Source records
★ ★ ★ ★ ★
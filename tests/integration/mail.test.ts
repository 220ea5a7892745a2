// Mail end to end: queued in the transaction of what it announces, sent by the outbox worker through nodemailer to
// the capturing SMTP fake, read back from the capture folder with mailparser. The invitation's link is followed to
// join the project through the API. Needs DATABASE_URL and the backing fakes (scripts/test.mjs starts both).
import { randomUUID } from "node:crypto";
import { and, eq, like } from "drizzle-orm";
import nodemailer from "nodemailer";
import { afterAll, beforeAll, describe, expect, it } from "vitest";
import { POST as invite } from "@/app/api/projects/[projectId]/invitations/route";
import { POST as accept } from "@/app/api/invitations/[token]/route";
import { clashes, comments, mailOutbox, memberships, pins, projects, users } from "@/db/schema";
import { withTransaction } from "@/db/client";
import { decideClash } from "@/lib/commands/decide-clash";
import { proposeClashOutcome } from "@/lib/commands/propose-clash-outcome";
import { postComment } from "@/lib/commands/post-comment";
import { createRevisionWithAnalysis } from "@/lib/commands/create-analysed-revision";
import { analyzeModel } from "@/lib/analysis/analyze";
import { TRIPOD } from "@/tests/support/fixtures/report";
import { listCapturedMail } from "@/lib/mail/captured";
import { queueDailyDigests } from "@/lib/commands/queue-daily-digests";
import { notifyMention } from "@/lib/commands/mail";
import { processOutbox } from "@/server/jobs/mail-outbox";
import { closeDb, getDb, requireIntegrationEnv } from "../support/db";
import { createProjectFixture, type ProjectFixture } from "../support/fixtures";
import { buildRequest, routeContext } from "../support/session";

let fx: ProjectFixture;

/** Sends everything due, then finds the captured mail to `to` whose subject matches. */
async function deliveredTo(to: string, subject: RegExp) {
  await processOutbox({ limit: 100 });
  const mails = await listCapturedMail({ to, limit: 500 });
  const mail = mails.find((m) => subject.test(m.subject));
  if (!mail) throw new Error(`No captured mail to ${to} matching ${subject}; got: ${mails.map((m) => m.subject).join(" | ")}`);
  return mail;
}

beforeAll(async () => {
  requireIntegrationEnv();
  fx = await createProjectFixture("mail");
});
afterAll(closeDb);

describe("invitation mail", () => {
  it("is captured with a join link that lets a new person join the project", async () => {
    const email = `newcomer-${randomUUID().slice(0, 8)}@fixture.test`;
    const created = await invite(
      await buildRequest(`/api/projects/${fx.projectId}/invitations`, { method: "POST", user: fx.users.owner, body: { email, role: "architect" } }),
      routeContext({ projectId: fx.projectId }),
    );
    expect(created.status).toBe(201);

    const mail = await deliveredTo(email, /invited you to/);
    expect(mail.subject).toBe(`${fx.users.owner.name} invited you to ${await projectName()} on Strutroom`);
    expect(mail.from).toContain("no-reply@strutroom.test");
    const link = mail.text.match(/https?:\/\/\S+\/join\/\S+/)?.[0];
    expect(link, "join link in the text part").toBeDefined();
    expect(mail.html).toContain(`href="${link}"`);

    const token = decodeURIComponent(new URL(link!).pathname.split("/").pop()!);
    const joined = await accept(
      await buildRequest(`/api/invitations/${token}`, { method: "POST", body: { name: "Nadia Brandt", password: "a-long-enough-password" } }),
      routeContext({ token }),
    );
    expect(joined.status).toBe(201);
    const [user] = await getDb().select().from(users).where(eq(users.email, email));
    const [membership] = await getDb().select().from(memberships).where(eq(memberships.userId, user.id));
    expect(membership).toMatchObject({ projectId: fx.projectId, role: "architect" });
  });
});

async function projectName() {
  const [row] = await getDb().select({ name: projects.name }).from(projects).where(eq(projects.id, fx.projectId));
  return row.name;
}

describe("mention, decision and digest mails", () => {
  let pinId: string;

  beforeAll(async () => {
    pinId = randomUUID();
    await getDb().insert(pins).values({ id: pinId, projectId: fx.projectId, anchorKind: "clash", anchorId: "C-7", title: "Supply duct at grid D", discipline: "mep", authorId: fx.users.mep_engineer.id });
  });

  it("mention: one mail per mentioned member, linking to the thread", async () => {
    const commentId = randomUUID();
    await withTransaction(async (tx) => {
      await tx.insert(comments).values({ id: commentId, pinId, authorId: fx.users.architect.id, body: "@Tomasz can the duct pass here?" });
      await notifyMention({
        db: tx,
        projectId: fx.projectId,
        pinId,
        commentId,
        byName: fx.users.architect.name,
        excerpt: "can the duct pass here?",
        recipients: [{ userId: fx.users.structural_engineer.id, email: fx.users.structural_engineer.email, name: fx.users.structural_engineer.name }],
      });
    });
    const mail = await deliveredTo(fx.users.structural_engineer.email, /mentioned you/);
    expect(mail.subject).toContain('"Supply duct at grid D"');
    expect(mail.text).toContain(`/projects/${fx.projectId}/viewer?pin=${pinId}`);
  });

  it("decision in a thread: one mail per pin author and thread writer, never the decider; plain comments queue none", async () => {
    const threadPin = randomUUID();
    await getDb().insert(pins).values({ id: threadPin, projectId: fx.projectId, anchorKind: "member", anchorId: "B-41", title: "Opening in chord B-41", discipline: "mep", authorId: fx.users.architect.id });
    const decisionMails = async () => (await getDb().select().from(mailOutbox).where(and(eq(mailOutbox.projectId, fx.projectId), eq(mailOutbox.kind, "decision")))).length;
    const say = (author: keyof ProjectFixture["users"], body: string, kind: "comment" | "proposal" | "decision") =>
      postComment({ id: randomUUID(), projectId: fx.projectId, pinId: threadPin, authorId: fx.users[author].id, authorName: fx.users[author].name, body, kind });

    const before = await decisionMails();
    await say("mep_engineer", "The 300 mm duct needs to pass B-41.", "comment");
    await say("structural_engineer", "Checking the chord force first.", "comment");
    await say("mep_engineer", "Thanks.", "comment");
    expect(await decisionMails(), "plain comments queue no decision mail").toBe(before);

    // A decision answers a proposal (the MEP engineer's); the proposal itself is mailed as a proposal, not a decision.
    await say("mep_engineer", "A 300 mm opening in B-41 for the duct.", "proposal");
    expect(await decisionMails()).toBe(before);
    const decision = await say("structural_engineer", "No opening in B-41; reroute the duct below the bottom chord.", "decision");
    const queued = await getDb().select().from(mailOutbox).where(like(mailOutbox.dedupeKey, `decision:${decision!.comment.id}:%`));
    // The pin's author (architect) and the other writer (MEP engineer), once each; not the decider, not the owner or
    // viewer who never wrote in the thread.
    expect(queued.map((m) => m.toAddress).sort()).toEqual([fx.users.architect.email, fx.users.mep_engineer.email].sort());
    expect(await decisionMails()).toBe(before + 2);
    expect(queued[0].subject).toContain('Decision on the thread "Opening in chord B-41"');
    expect(queued[0].textBody).toContain("reroute the duct below the bottom chord");
    expect(queued[0].textBody).toContain("Advisory results for coordination.");
    expect(queued[0].textBody).toContain(`/projects/${fx.projectId}/viewer?pin=${threadPin}`);
  });

  it("digest: queued once per member and day, listing the open thread", async () => {
    const now = new Date();
    expect(await queueDailyDigests({ now })).toBeGreaterThanOrEqual(5);
    expect(await queueDailyDigests({ now })).toBe(0);
    const mail = await deliveredTo(fx.users.viewer.email, /open thread/);
    expect(mail.text).toContain("Supply duct at grid D — open");
  });

  it("a mail the SMTP server refuses is kept and retried with back-off; the comment it announces stays", async () => {
    const commentId = randomUUID();
    await withTransaction(async (tx) => {
      await tx.insert(comments).values({ id: commentId, pinId, authorId: fx.users.owner.id, body: "@Lucas please check" });
      await notifyMention({ db: tx, projectId: fx.projectId, pinId, commentId, byName: fx.users.owner.name, excerpt: "please check", recipients: [{ userId: fx.users.mep_engineer.id, email: fx.users.mep_engineer.email, name: fx.users.mep_engineer.name }] });
    });
    // A transport pointed at a closed port: the SMTP server is down.
    const down = nodemailer.createTransport({ host: "127.0.0.1", port: 9, connectionTimeout: 2000, ignoreTLS: true });
    const run = await processOutbox({ limit: 100, transport: down });
    expect(run.sent).toBe(0);
    expect(run.retrying).toBeGreaterThanOrEqual(1);
    const [queued] = await getDb().select().from(mailOutbox).where(eq(mailOutbox.dedupeKey, `mention:${commentId}:${fx.users.mep_engineer.id}`));
    expect(queued).toMatchObject({ state: "pending", attempts: 1 });
    expect(queued.lastError).toBeTruthy();
    expect(queued.nextAttemptAt.getTime()).toBeGreaterThan(queued.updatedAt.getTime());
    expect(await getDb().select().from(comments).where(eq(comments.id, commentId))).toHaveLength(1);

    // Once due again and the server is back, it goes out.
    await getDb().update(mailOutbox).set({ nextAttemptAt: new Date(0) }).where(eq(mailOutbox.id, queued.id));
    const mail = await deliveredTo(fx.users.mep_engineer.email, /mentioned you/);
    expect(mail.text).toContain("please check");
    const [sent] = await getDb().select().from(mailOutbox).where(eq(mailOutbox.id, queued.id));
    expect(sent).toMatchObject({ state: "sent", attempts: 2 });
  });

  it("the comment and clash queries queue their mails in their own transactions (the hooks other areas call)", async () => {
    const written = await postComment({ id: randomUUID(), projectId: fx.projectId, pinId, authorId: fx.users.mep_engineer.id, authorName: fx.users.mep_engineer.name, body: `@${fx.users.owner.name} the duct is 400 mm wide`, kind: "comment" });
    expect(written?.mentioned.map((m) => m.userId)).toEqual([fx.users.owner.id]);
    expect((await deliveredTo(fx.users.owner.email, /mentioned you/)).text).toContain("the duct is 400 mm wide");

    const revision = await createRevisionWithAnalysis({ projectId: fx.projectId, name: "Lantern", model: TRIPOD, source: "uploaded", createdBy: fx.users.structural_engineer.id, result: analyzeModel(TRIPOD), review: null });
    const [clash] = await getDb()
      .insert(clashes)
      .values({ projectId: fx.projectId, revisionId: revision.id, clashKey: "c-mail1", memberId: "AB", runId: "SA-01", segmentIndex: 0, kind: "hard", gap: -0.01, depth: 0.01, requiredClearance: 0.05, pointX: 0, pointY: 0, pointZ: 0 })
      .returning();
    await proposeClashOutcome({ projectId: fx.projectId, clashId: clash.id, actor: { userId: fx.users.mep_engineer.id, role: "mep_engineer" }, input: { outcome: "opening_proposed", note: "Sleeve near mid-length" } });
    await decideClash({ projectId: fx.projectId, clashId: clash.id, actor: { userId: fx.users.structural_engineer.id, role: "structural_engineer" }, input: { outcome: "opening_accepted", conditions: "Sleeve 100 mm, stiffened, at mid-length only" } });
    // Issue 16: a proposal is mailed as a proposal to the structural engineer who decides it; the decision as a
    // decision to the proposer; nobody else on the team (architect, owner, viewer) is mailed about this clash.
    const proposed = await deliveredTo(fx.users.structural_engineer.email, /^Proposed on clash c-mail1/);
    expect(proposed.text).toContain("Sleeve near mid-length");
    expect(proposed.text).toContain("This is a proposal, not a decision");
    const accepted = await deliveredTo(fx.users.mep_engineer.email, /^Decided on clash c-mail1/);
    expect(accepted.subject).toContain("clash c-mail1 (member AB, run SA-01): opening accepted with conditions");
    expect(accepted.text).toContain("Conditions: Sleeve 100 mm, stiffened, at mid-length only");
    expect(accepted.text).toContain("Advisory results for coordination.");
    for (const bystander of [fx.users.architect, fx.users.owner, fx.users.viewer]) {
      const theirs = await getDb().select().from(mailOutbox).where(and(eq(mailOutbox.toAddress, bystander.email), like(mailOutbox.subject, "%c-mail1%")));
      expect(theirs, bystander.email).toEqual([]);
    }
  });
});
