class ReportWriter {
  readonly doc: PDFKit.PDFDocument;
  private readonly bottom: number;
  private readonly width: number;

  constructor(title: string) {
    this.doc = new PDFDocument({ size: PAGE.size, margins: { top: PAGE.margin, left: PAGE.margin, right: PAGE.margin, bottom: PAGE.margin + PAGE.footer }, bufferPages: true, info: { Title: safe(title), Creator: "Strutroom" } });
    this.bottom = this.doc.page.height - PAGE.margin - PAGE.footer;
    this.width = this.doc.page.width - 2 * PAGE.margin;
  }

  private ensure(height: number): void {
    if (this.doc.y + height > this.bottom) this.doc.addPage();
  }

  heading(text: string, level: 1 | 2 = 1): void {
    this.ensure(level === 1 ? 60 : 40);
    this.doc.moveDown(level === 1 ? 0.8 : 0.5);
    this.doc.font(FONT.bold).fontSize(level === 1 ? 15 : 11.5).fillColor(COLOURS.ink).text(safe(text), PAGE.margin, this.doc.y, { width: this.width });
    this.doc.moveDown(0.3);
  }

  paragraph(text: string, options: { color?: string; size?: number } = {}): void {
    this.doc.font(FONT.regular).fontSize(options.size ?? 9.5).fillColor(options.color ?? COLOURS.ink).text(safe(text), PAGE.margin, this.doc.y, { width: this.width });
    this.doc.moveDown(0.4);
  }

  keyValues(pairs: [string, string][]): void {
    for (const [key, value] of pairs) {
      this.ensure(14);
      const y = this.doc.y;
      this.doc.font(FONT.bold).fontSize(9.5).fillColor(COLOURS.muted).text(safe(key), PAGE.margin, y, { width: 150 });
      this.doc.font(FONT.regular).fillColor(COLOURS.ink).text(safe(value), PAGE.margin + 155, y, { width: this.width - 155 });
      this.doc.moveDown(0.15);
    }
    this.doc.moveDown(0.3);
  }

  /** A table that breaks across pages, repeating its header; `colours` tints a cell's text. */
  table(columns: Column[], rows: string[][], colours?: (row: number, column: number) => string | undefined): void {
    const size = 8.5;
    const pad = 3;
    const header = () => {
      this.ensure(30);
      const y = this.doc.y;
      const height = Math.max(...columns.map((c) => this.doc.font(FONT.bold).fontSize(size).heightOfString(safe(c.header), { width: c.width - 2 * pad }))) + 2 * pad;
      this.doc.rect(PAGE.margin, y, this.width, height).fill(COLOURS.band);
      let x = PAGE.margin;
      for (const column of columns) {
        this.doc.font(FONT.bold).fontSize(size).fillColor(COLOURS.ink).text(safe(column.header), x + pad, y + pad, { width: column.width - 2 * pad, align: column.align ?? "left" });
        x += column.width;
      }
      this.doc.y = y + height;
    };
    header();
    rows.forEach((row, r) => {
      const height = Math.max(...row.map((cell, c) => this.doc.font(FONT.regular).fontSize(size).heightOfString(safe(cell), { width: columns[c].width - 2 * pad }))) + 2 * pad;
      if (this.doc.y + height > this.bottom) {
        this.doc.addPage();
        header();
      }
      const y = this.doc.y;
      let x = PAGE.margin;
      row.forEach((cell, c) => {
        this.doc.font(FONT.regular).fontSize(size).fillColor(colours?.(r, c) ?? COLOURS.ink).text(safe(cell), x + pad, y + pad, { width: columns[c].width - 2 * pad, align: columns[c].align ?? "left" });
        x += columns[c].width;
      });
      this.doc.moveTo(PAGE.margin, y + height).lineTo(PAGE.margin + this.width, y + height).lineWidth(0.4).strokeColor(COLOURS.rule).stroke();
      this.doc.y = y + height;
    });
    this.doc.x = PAGE.margin;
    this.doc.moveDown(0.6);
  }

  /** A long member list laid out in `groups` side-by-side blocks of the same columns, to save pages. */
  groupedTable(columns: Column[], rows: string[][], groups: number, colours?: (row: number, column: number) => string | undefined): void {
    const perRow = Math.ceil(rows.length / groups) || 0;
    const scale = this.width / groups / columns.reduce((sum, c) => sum + c.width, 0);
    const scaled = columns.map((c) => ({ ...c, width: c.width * scale }));
    const wide: Column[] = Array.from({ length: groups }, () => scaled).flat();
    const merged: string[][] = [];
    for (let k = 0; k < perRow; k++) {
      merged.push(Array.from({ length: groups }, (_, g) => rows[g * perRow + k] ?? columns.map(() => "")).flat());
    }
    this.table(wide, merged, colours ? (r, c) => colours(Math.floor(c / columns.length) * perRow + r, c % columns.length) : undefined);
  }

  /** Draws the footer (standing caution, page x of y) on every page; call once, at the end. */
  finish(label: string): void {
    const range = this.doc.bufferedPageRange();
    for (let i = range.start; i < range.start + range.count; i++) {
      this.doc.switchToPage(i);
      // Writing below the bottom margin would start a new page; lift the margin while the footer is drawn.
      const margins = this.doc.page.margins;
      this.doc.page.margins = { ...margins, bottom: 0 };
      const top = this.doc.page.height - PAGE.margin - PAGE.footer + 12;
      this.doc.moveTo(PAGE.margin, top).lineTo(PAGE.margin + this.width, top).lineWidth(0.6).strokeColor(COLOURS.compression).stroke();
      this.doc.font(FONT.bold).fontSize(8).fillColor(COLOURS.ink).text(`Standing caution: ${STANDING_CAUTION}`, PAGE.margin, top + 6, { width: this.width });
      this.doc.font(FONT.regular).fontSize(7.5).fillColor(COLOURS.muted).text(safe(`${label} — page ${i - range.start + 1} of ${range.count}`), PAGE.margin, this.doc.page.height - PAGE.margin - 10, { width: this.width, align: "right" });
      this.doc.page.margins = margins;
    }
  }
}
★ ★ ★ ★ ★
[ASSIGNED TASK]:
Give back exactly the lines from the first line of the records through the line holding "import nodemailer from", including both of those lines and leaving out all others.

[FINAL ANSWER]:
filename tests/integration/mail.test.ts
repository 220ea5a7892745a2
// Mail end to end: queued in the transaction of what it announces, sent by the outbox worker through nodemailer to
// the capturing SMTP fake, read back from the capture folder with mailparser. The invitation's link is followed to
// join the project through the API. Needs DATABASE_URL and the backing fakes (scripts/test.mjs starts both).
import { randomUUID } from "node:crypto";
import { and, eq, like } from "drizzle-orm";
import nodemailer from "nodemailer";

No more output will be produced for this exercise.